Stored data entries
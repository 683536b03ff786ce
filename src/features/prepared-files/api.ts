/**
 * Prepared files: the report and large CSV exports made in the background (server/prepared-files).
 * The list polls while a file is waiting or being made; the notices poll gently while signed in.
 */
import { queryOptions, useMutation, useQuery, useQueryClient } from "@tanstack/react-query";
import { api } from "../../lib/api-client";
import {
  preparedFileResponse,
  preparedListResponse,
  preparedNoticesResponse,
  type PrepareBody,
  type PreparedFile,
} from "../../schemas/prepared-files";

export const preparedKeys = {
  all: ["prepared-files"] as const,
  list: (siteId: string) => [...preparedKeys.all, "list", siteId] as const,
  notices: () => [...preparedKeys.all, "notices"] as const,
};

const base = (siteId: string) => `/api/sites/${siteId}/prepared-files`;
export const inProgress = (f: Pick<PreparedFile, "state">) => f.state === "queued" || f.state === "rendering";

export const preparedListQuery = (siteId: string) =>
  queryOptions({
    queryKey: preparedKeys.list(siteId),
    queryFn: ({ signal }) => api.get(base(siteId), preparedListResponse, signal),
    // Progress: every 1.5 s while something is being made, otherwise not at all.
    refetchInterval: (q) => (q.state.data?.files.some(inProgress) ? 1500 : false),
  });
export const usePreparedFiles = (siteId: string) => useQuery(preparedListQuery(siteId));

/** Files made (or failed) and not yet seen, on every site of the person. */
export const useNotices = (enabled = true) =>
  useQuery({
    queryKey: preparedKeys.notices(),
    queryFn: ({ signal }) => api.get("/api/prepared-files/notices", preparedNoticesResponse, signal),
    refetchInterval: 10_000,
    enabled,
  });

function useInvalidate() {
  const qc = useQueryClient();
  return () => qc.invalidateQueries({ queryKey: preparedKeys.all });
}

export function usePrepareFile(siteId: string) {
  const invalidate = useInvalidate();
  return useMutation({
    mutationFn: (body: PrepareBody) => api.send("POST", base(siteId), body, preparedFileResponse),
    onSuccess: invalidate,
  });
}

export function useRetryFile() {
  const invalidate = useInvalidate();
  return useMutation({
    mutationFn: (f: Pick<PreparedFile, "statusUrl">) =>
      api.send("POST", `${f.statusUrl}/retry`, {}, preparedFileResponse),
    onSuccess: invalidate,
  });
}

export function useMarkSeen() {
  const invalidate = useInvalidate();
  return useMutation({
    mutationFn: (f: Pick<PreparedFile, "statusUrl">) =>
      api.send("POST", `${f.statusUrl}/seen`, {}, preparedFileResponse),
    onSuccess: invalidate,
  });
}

--

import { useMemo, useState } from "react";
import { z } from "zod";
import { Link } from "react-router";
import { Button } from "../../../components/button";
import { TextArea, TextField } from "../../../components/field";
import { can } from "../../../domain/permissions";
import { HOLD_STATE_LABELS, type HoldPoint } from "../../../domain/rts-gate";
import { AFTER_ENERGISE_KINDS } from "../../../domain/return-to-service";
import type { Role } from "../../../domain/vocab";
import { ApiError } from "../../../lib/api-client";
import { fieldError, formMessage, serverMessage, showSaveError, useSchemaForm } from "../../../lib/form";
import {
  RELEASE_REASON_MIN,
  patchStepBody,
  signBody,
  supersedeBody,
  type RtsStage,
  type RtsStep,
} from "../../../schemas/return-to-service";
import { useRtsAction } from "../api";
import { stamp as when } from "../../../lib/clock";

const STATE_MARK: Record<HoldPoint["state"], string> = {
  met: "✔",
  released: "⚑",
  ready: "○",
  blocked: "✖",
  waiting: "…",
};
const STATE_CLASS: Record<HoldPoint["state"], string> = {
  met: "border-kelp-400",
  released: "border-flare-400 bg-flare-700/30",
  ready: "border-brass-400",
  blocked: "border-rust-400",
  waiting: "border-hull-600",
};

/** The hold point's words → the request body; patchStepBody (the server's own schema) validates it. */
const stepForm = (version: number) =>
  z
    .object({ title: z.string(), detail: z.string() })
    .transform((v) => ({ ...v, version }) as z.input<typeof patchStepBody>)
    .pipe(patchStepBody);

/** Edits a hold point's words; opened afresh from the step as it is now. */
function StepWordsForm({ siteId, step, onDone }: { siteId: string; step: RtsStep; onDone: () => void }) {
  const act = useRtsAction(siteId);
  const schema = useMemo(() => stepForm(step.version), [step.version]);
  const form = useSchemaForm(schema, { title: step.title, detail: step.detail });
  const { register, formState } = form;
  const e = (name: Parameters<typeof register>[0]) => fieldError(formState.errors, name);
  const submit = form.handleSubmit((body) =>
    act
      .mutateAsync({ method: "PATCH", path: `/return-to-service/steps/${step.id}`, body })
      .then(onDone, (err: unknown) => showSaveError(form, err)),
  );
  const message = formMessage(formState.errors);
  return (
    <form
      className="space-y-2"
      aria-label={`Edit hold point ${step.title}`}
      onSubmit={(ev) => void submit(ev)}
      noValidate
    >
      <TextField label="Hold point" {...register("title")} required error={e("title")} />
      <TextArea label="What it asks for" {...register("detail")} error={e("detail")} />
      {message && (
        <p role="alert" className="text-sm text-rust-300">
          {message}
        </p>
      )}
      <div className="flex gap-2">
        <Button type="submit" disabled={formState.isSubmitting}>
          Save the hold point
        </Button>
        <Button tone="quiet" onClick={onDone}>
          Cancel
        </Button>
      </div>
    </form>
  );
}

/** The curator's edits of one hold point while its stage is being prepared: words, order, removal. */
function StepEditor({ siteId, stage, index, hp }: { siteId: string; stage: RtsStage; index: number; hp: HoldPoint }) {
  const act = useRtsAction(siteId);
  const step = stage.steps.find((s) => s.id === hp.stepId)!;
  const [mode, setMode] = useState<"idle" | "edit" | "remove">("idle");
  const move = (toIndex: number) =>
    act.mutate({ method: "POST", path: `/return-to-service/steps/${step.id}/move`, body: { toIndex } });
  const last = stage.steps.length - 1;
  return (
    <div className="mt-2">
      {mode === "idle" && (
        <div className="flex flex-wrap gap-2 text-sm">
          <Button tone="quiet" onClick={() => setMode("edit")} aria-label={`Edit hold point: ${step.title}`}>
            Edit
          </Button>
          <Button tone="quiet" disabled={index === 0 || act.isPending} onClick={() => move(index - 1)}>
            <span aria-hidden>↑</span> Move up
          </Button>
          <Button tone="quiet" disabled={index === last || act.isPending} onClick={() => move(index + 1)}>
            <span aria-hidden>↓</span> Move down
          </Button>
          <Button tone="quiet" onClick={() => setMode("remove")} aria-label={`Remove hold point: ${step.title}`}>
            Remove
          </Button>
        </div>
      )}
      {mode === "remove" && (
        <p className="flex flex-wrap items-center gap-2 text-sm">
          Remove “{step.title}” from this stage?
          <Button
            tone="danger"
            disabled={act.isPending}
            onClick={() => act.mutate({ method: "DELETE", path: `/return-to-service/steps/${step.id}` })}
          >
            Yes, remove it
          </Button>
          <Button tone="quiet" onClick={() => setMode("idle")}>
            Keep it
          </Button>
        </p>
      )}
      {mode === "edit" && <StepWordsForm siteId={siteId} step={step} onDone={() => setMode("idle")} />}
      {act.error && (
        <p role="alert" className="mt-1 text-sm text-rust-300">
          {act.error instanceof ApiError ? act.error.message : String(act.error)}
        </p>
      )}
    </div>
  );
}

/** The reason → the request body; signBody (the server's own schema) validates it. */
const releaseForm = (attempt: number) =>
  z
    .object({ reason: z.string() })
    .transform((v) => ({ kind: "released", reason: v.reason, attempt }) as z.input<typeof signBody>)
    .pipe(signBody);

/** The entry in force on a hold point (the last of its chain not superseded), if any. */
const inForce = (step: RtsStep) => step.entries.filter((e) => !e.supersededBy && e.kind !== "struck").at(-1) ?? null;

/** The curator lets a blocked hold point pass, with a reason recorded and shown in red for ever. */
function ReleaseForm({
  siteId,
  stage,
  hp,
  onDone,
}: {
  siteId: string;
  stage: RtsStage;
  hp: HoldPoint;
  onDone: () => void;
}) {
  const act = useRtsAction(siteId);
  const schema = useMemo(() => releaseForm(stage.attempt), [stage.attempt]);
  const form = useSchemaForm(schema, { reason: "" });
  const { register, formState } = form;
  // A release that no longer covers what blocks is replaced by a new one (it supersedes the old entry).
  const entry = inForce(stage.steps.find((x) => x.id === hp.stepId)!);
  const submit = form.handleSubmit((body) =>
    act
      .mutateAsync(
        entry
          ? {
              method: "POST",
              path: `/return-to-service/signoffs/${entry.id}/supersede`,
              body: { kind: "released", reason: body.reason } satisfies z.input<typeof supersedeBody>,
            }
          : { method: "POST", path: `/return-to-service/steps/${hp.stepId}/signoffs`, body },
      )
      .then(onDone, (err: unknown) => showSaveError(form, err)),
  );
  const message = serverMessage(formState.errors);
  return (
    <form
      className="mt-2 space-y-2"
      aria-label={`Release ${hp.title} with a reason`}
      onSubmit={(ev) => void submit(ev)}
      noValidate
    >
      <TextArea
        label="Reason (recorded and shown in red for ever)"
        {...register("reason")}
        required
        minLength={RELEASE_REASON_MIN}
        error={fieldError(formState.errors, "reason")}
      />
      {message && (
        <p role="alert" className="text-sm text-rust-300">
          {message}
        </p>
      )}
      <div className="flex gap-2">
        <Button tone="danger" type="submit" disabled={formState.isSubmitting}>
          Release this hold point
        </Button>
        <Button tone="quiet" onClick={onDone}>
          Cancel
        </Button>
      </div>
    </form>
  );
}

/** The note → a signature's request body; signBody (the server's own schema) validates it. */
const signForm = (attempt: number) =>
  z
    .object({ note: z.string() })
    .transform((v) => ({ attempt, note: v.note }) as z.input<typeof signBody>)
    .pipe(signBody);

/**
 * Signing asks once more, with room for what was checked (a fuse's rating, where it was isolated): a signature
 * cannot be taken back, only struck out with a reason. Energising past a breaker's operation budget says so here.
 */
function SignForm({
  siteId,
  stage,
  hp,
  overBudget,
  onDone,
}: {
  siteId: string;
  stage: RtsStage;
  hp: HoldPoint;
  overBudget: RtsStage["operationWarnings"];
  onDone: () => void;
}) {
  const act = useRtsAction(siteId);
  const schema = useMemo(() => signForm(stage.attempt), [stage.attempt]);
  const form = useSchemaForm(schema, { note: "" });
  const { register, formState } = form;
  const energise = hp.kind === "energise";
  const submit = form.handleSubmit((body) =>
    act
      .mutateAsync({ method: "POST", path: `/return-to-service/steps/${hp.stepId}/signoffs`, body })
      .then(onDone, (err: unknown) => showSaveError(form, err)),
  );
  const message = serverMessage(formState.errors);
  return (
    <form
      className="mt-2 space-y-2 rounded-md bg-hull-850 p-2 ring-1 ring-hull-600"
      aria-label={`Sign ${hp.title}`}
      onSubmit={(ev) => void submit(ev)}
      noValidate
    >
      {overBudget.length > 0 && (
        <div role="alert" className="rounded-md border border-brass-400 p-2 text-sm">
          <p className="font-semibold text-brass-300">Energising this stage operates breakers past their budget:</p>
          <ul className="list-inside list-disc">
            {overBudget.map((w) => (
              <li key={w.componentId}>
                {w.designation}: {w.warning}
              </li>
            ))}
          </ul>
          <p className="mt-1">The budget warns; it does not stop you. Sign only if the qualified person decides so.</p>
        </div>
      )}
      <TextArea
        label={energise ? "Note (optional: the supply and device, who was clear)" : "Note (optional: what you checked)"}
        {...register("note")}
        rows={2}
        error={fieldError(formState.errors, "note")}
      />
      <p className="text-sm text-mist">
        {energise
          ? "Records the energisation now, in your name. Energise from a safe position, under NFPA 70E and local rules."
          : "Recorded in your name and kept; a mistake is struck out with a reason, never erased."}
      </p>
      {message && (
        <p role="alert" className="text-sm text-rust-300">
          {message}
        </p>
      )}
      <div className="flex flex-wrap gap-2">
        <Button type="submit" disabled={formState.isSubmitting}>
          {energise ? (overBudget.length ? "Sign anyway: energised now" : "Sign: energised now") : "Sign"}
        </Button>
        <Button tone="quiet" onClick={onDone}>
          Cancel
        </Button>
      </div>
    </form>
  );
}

---

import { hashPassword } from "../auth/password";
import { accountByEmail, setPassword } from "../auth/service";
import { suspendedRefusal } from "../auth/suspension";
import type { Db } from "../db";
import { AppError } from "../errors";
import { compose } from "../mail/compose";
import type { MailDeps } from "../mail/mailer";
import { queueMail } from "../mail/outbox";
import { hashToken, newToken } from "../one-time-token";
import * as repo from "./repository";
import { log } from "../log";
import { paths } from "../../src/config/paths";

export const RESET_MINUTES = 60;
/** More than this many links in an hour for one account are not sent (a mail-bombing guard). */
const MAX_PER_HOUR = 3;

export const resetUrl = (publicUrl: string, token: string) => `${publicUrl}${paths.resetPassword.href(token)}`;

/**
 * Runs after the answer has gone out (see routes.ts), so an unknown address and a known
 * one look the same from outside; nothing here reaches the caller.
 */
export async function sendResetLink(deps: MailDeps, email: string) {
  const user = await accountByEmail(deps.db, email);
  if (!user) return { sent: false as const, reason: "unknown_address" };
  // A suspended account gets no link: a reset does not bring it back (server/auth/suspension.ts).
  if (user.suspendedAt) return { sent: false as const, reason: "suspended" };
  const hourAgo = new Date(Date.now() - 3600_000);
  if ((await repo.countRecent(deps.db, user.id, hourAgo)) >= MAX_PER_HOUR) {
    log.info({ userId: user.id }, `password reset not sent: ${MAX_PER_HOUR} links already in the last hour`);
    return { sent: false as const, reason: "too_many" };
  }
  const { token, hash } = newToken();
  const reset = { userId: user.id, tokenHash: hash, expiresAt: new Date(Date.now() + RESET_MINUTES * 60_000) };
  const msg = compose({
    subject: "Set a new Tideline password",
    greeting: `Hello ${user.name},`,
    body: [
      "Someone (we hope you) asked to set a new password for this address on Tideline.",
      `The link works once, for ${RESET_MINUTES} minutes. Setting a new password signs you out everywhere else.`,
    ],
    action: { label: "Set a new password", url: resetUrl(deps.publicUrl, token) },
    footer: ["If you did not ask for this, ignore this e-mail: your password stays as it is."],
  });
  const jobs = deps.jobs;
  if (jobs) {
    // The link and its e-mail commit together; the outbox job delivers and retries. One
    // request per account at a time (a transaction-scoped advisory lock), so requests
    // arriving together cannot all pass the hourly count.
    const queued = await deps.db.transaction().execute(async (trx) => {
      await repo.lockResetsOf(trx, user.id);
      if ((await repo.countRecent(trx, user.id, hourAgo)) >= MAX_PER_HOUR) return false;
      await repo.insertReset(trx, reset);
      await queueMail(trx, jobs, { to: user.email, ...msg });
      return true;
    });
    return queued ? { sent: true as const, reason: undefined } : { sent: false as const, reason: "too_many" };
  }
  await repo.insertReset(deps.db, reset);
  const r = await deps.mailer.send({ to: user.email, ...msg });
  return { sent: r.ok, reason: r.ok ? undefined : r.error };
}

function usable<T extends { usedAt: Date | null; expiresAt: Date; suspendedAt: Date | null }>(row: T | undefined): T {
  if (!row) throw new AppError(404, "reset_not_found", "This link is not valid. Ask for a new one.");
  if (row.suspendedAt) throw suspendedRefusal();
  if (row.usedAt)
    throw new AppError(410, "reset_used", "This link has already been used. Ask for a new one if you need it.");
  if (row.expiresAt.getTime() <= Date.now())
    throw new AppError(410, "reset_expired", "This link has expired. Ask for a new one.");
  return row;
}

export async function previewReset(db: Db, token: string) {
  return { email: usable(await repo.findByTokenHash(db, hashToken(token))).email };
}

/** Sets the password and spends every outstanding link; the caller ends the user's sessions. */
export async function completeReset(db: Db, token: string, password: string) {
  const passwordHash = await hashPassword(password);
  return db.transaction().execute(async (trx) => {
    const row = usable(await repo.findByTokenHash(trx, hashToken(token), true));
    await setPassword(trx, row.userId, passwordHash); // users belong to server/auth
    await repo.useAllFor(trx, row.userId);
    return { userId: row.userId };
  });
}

Exercise details — Please copy the lines in the records above between the one holding "repository 683536b03ff786ce" and the one holding "useMutation, useQuery, useQueryClient", inclusive, exactly and with no other line.

Exercise solution —
repository 683536b03ff786ce
filename src/features/prepared-files/api.ts
/**
 * Prepared files: the report and large CSV exports made in the background (server/prepared-files).
 * The list polls while a file is waiting or being made; the notices poll gently while signed in.
 */
import { queryOptions, useMutation, useQuery, useQueryClient } from "@tanstack/react-query";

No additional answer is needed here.